STORED DATA

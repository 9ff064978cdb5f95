//! Worker threads kept for a whole fit: the loss and gradient of one
//! optimizer step (or one chunk of validation rows) split by rows at fixed
//! boundaries, part k on worker k (part 0 on the calling thread), and the
//! parts' losses and gradients added in part order, so a seed gives a
//! bit-identical fit for a given thread count. The workers start once per
//! fit and wait on a condition variable between steps (after spinning for
//! up to [`SPIN`], so a busy fit's workers never sleep); a step copies the
//! parameters and the row indices into buffers sized once, so it allocates
//! nothing (the objective's own buffers are sized once per row count). A
//! part longer than [`CHUNK_ROWS`] is evaluated chunk by chunk.
//! Rows come from a [`RowSource`] (see [`crate::learn::rows`]).

use std::sync::atomic::{AtomicBool, AtomicU64, AtomicUsize, Ordering};
use std::sync::{Condvar, Mutex, MutexGuard, PoisonError, RwLock};
use std::time::{Duration, Instant};

use ndarray::{s, Array2};

use crate::learn::hnn::Objective;
use crate::learn::rows::RowSource;

/// Rows of one evaluation: indices into the training rows (a minibatch), or
/// a contiguous range of the validation rows.
#[derive(Debug, Clone, Copy)]
pub(crate) enum Rows<'r> {
    /// These training rows, in this order.
    Train(&'r [usize]),
    /// Validation rows `start..end`.
    Validation(usize, usize),
}

/// What every part of one evaluation reads.
struct Job {
    params: Vec<f32>,
    /// Minibatch indices (training rows).
    rows: Vec<usize>,
    /// Validation rows `range.0..range.1` instead of `rows`.
    validation: bool,
    range: (usize, usize),
    want_grad: bool,
}

impl Job {
    fn len(&self) -> usize {
        if self.validation {
            self.range.1 - self.range.0
        } else {
            self.rows.len()
        }
    }
}

/// Most rows one part evaluates at once: a longer part runs chunk after
/// chunk, adding their losses and gradients in row order, so the network's
/// activations stay in the core's cache (measured in bench/README.md:
/// full-batch throughput per sample fell below batch 256's without it).
const CHUNK_ROWS: usize = 256;

/// One part's buffers and result.
struct Lane<W> {
    /// The objective's buffers for whole chunks of [`CHUNK_ROWS`] rows.
    work: W,
    /// Its buffers for a part's last, shorter chunk (a second set, so that
    /// neither changes its row count from step to step and reallocates).
    tail_work: W,
    grad: Vec<f32>,
    /// Gathered rows of this part (inputs, targets).
    zb: Array2<f32>,
    tb: Array2<f32>,
    loss: f64,
}

/// Who runs next: the evaluation counter the workers wait on, how many of
/// them are still busy, the stop flag, and whether a worker panicked.
#[derive(Default)]
struct Control {
    generation: u64,
    pending: usize,
    stop: bool,
    failed: bool,
}

/// State shared by the calling thread and the workers.
struct Shared<'d, O: Objective> {
    obj: &'d O,
    train: &'d dyn RowSource,
    validation: Option<&'d dyn RowSource>,
    job: RwLock<Job>,
    lanes: Vec<Mutex<Lane<O::Work>>>,
    control: Mutex<Control>,
    start: Condvar,
    done: Condvar,
    /// Lock-free copies of `control`'s generation, stop flag and pending
    /// count, for the short spin before a wait ([`spin_until`]); the mutex
    /// and condition variables stay the authority.
    posted: AtomicU64,
    stopping: AtomicBool,
    unfinished: AtomicUsize,
}

/// How long a thread spins on the lock-free copies before it waits on a
/// condition variable: longer than the calling thread's work between two
/// steps (reduction, optimizer update), so a busy fit's workers never
/// sleep, and short enough to cost little when the machine is shared.
const SPIN: Duration = Duration::from_micros(100);

/// Spin until `ready` holds or [`SPIN`] has passed.
fn spin_until(ready: impl Fn() -> bool) {
    let started = Instant::now();
    while !ready() {
        for _ in 0..32 {
            std::hint::spin_loop();
        }
        if started.elapsed() > SPIN {
            return;
        }
    }
}

fn lock<T>(m: &Mutex<T>) -> MutexGuard<'_, T> {
    // A worker that panicked is reported by the scope's join; the data
    // behind the lock is plain buffers, still usable.
    m.lock().unwrap_or_else(PoisonError::into_inner)
}

/// The calling thread's handle on the pool (see [`with_pool`]).
pub(crate) struct Pool<'s, 'd, O: Objective> {
    shared: &'s Shared<'d, O>,
}

/// Sizes of the pool's buffers.
#[derive(Debug, Clone, Copy)]
pub(crate) struct PoolSize {
    /// Parts (threads, including the calling one); at least 1.
    pub threads: usize,
    /// Parameters of the objective.
    pub params: usize,
    /// Most rows in one evaluation (a minibatch or a validation chunk).
    pub max_rows: usize,
}

/// Run `body` with a pool of `size.threads - 1` workers (none for one
/// thread) over the training rows `train` and the optional validation
/// rows; the workers stop when `body` returns.
pub(crate) fn with_pool<'d, O: Objective, R>(
    obj: &'d O,
    train: &'d dyn RowSource,
    validation: Option<&'d dyn RowSource>,
    size: PoolSize,
    body: impl FnOnce(&mut Pool<'_, 'd, O>) -> R,
) -> R {
    let threads = size.threads.max(1);
    let part_rows = size.max_rows.div_ceil(threads).clamp(1, CHUNK_ROWS);
    let (zw, tw) = train.widths();
    let lane = |_| {
        Mutex::new(Lane {
            work: O::Work::default(),
            tail_work: O::Work::default(),
            grad: vec![0.0; size.params],
            zb: Array2::zeros((part_rows, zw)),
            tb: Array2::zeros((part_rows, tw)),
            loss: 0.0,
        })
    };
    let shared = Shared {
        obj,
        train,
        validation,
        job: RwLock::new(Job {
            params: vec![0.0; size.params],
            rows: Vec::with_capacity(size.max_rows),
            validation: false,
            range: (0, 0),
            want_grad: false,
        }),
        lanes: (0..threads).map(lane).collect(),
        control: Mutex::new(Control::default()),
        posted: AtomicU64::new(0),
        stopping: AtomicBool::new(false),
        unfinished: AtomicUsize::new(0),
        start: Condvar::new(),
        done: Condvar::new(),
    };
    std::thread::scope(|scope| {
        for k in 1..threads {
            let shared = &shared;
            scope.spawn(move || worker(shared, k));
        }
        // Stop the workers however `body` ends (a panic included), so the
        // scope can join them.
        struct StopOnDrop<'a, 'd, O: Objective>(&'a Shared<'d, O>);
        impl<O: Objective> Drop for StopOnDrop<'_, '_, O> {
            fn drop(&mut self) {
                lock(&self.0.control).stop = true;
                self.0.stopping.store(true, Ordering::Release);
                self.0.start.notify_all();
            }
        }
        let _stop = StopOnDrop(&shared);
        body(&mut Pool { shared: &shared })
    })
}
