impl Default for FitSettings {
    fn default() -> Self {
        Self {
            epochs: 300,
            steps: None,
            batch: 256,
            lr: 3e-3,
            warmup_fraction: 0.02,
            lr_floor: 0.01,
            clip: 10.0,
            threads: 1,
            early_stop: true,
            patience: 60,
            seed: 0,
            quiet: false,
            interrupt: None,
        }
    }
}

/// The structure of an energy model, as chosen on the command line.
#[derive(Debug, Clone, PartialEq, Eq)]
pub struct ArchChoice {
    /// Separable E = V(q) + T(p), or general E(q, p).
    pub separable: bool,
    /// For separable models: quadratic T (learned inverse mass) or a network.
    pub quadratic_kinetic: bool,
    /// Mechanical E = V(q) + 1/2 p^T M(q)^-1 p with M(q)^-1 = L(q) L(q)^T +
    /// eps I (`separable` is then false).
    pub mechanical: bool,
    /// Hidden-layer widths.
    pub hidden: Vec<usize>,
    /// Hidden-layer activation.
    pub activation: Activation,
}

impl Default for ArchChoice {
    /// Separable with a quadratic kinetic term, 64-64 tanh: exact for a
    /// kinetic energy quadratic in p with a constant mass matrix (every
    /// built-in system but the linkages, `double-pendulum` and `crane-cart`),
    /// the fewest parameters, stepped by explicit Stormer-Verlet on the
    /// device. The library's default; `visviva fit` and projects default to
    /// `arch = "auto"`, which tries the others too.
    fn default() -> Self {
        Self {
            separable: true,
            quadratic_kinetic: true,
            mechanical: false,
            hidden: vec![64, 64],
            activation: Activation::Tanh,
        }
    }
}

impl ArchChoice {
    /// The network structure for `dof` degrees of freedom.
    pub fn build(&self, dof: usize) -> Result<EnergyArch> {
        if self.hidden.len() + 1 > visviva_runtime::format::MAX_LAYERS {
            bail!(
                "{} hidden layers give {} layers; the runtime allows at most {}",
                self.hidden.len(),
                self.hidden.len() + 1,
                visviva_runtime::format::MAX_LAYERS
            );
        }
        if let Some(w) = self.hidden.iter().find(|w| **w == 0 || **w > 128) {
            bail!("hidden width {w} is outside 1..=128 (the runtime's widest layer)");
        }
        if 2 * dof > 128 {
            bail!("{dof} degrees of freedom is more than the runtime supports");
        }
        let a = self.activation;
        let factor_outputs = dof * (dof + 1) / 2;
        if self.mechanical && factor_outputs > 128 {
            bail!(
                "a mechanical model of {dof} degrees of freedom needs {factor_outputs} mass-factor \
                 outputs; the runtime's widest layer is 128"
            );
        }
        Ok(if self.mechanical {
            EnergyArch::Mechanical {
                potential: MlpShape::new(dof, &self.hidden, 1, a),
                factor: MlpShape::new(dof, &self.hidden, factor_outputs, a),
            }
        } else if self.separable {
            EnergyArch::Separable {
                potential: MlpShape::new(dof, &self.hidden, 1, a),
                kinetic: if self.quadratic_kinetic {
                    KineticArch::Quadratic
                } else {
                    KineticArch::Network(MlpShape::new(dof, &self.hidden, 1, a))
                },
            }
        } else {
            EnergyArch::General(MlpShape::new(2 * dof, &self.hidden, 1, a))
        })
    }
}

WHAT THE TASK REQUIRES
Repeat, word for word, the lines from the start of the records to the line that contains "(a minibatch), or", both of them included, and no others.

ANSWER TO THIS TASK
repository 9ff064978cdb5f95
//! Worker threads kept for a whole fit: the loss and gradient of one
//! optimizer step (or one chunk of validation rows) split by rows at fixed
//! boundaries, part k on worker k (part 0 on the calling thread), and the
//! parts' losses and gradients added in part order, so a seed gives a
//! bit-identical fit for a given thread count. The workers start once per
//! fit and wait on a condition variable between steps (after spinning for
//! up to [`SPIN`], so a busy fit's workers never sleep); a step copies the
//! parameters and the row indices into buffers sized once, so it allocates
//! nothing (the objective's own buffers are sized once per row count). A
//! part longer than [`CHUNK_ROWS`] is evaluated chunk by chunk.
//! Rows come from a [`RowSource`] (see [`crate::learn::rows`]).

use std::sync::atomic::{AtomicBool, AtomicU64, AtomicUsize, Ordering};
use std::sync::{Condvar, Mutex, MutexGuard, PoisonError, RwLock};
use std::time::{Duration, Instant};

use ndarray::{s, Array2};

use crate::learn::hnn::Objective;
use crate::learn::rows::RowSource;

/// Rows of one evaluation: indices into the training rows (a minibatch), or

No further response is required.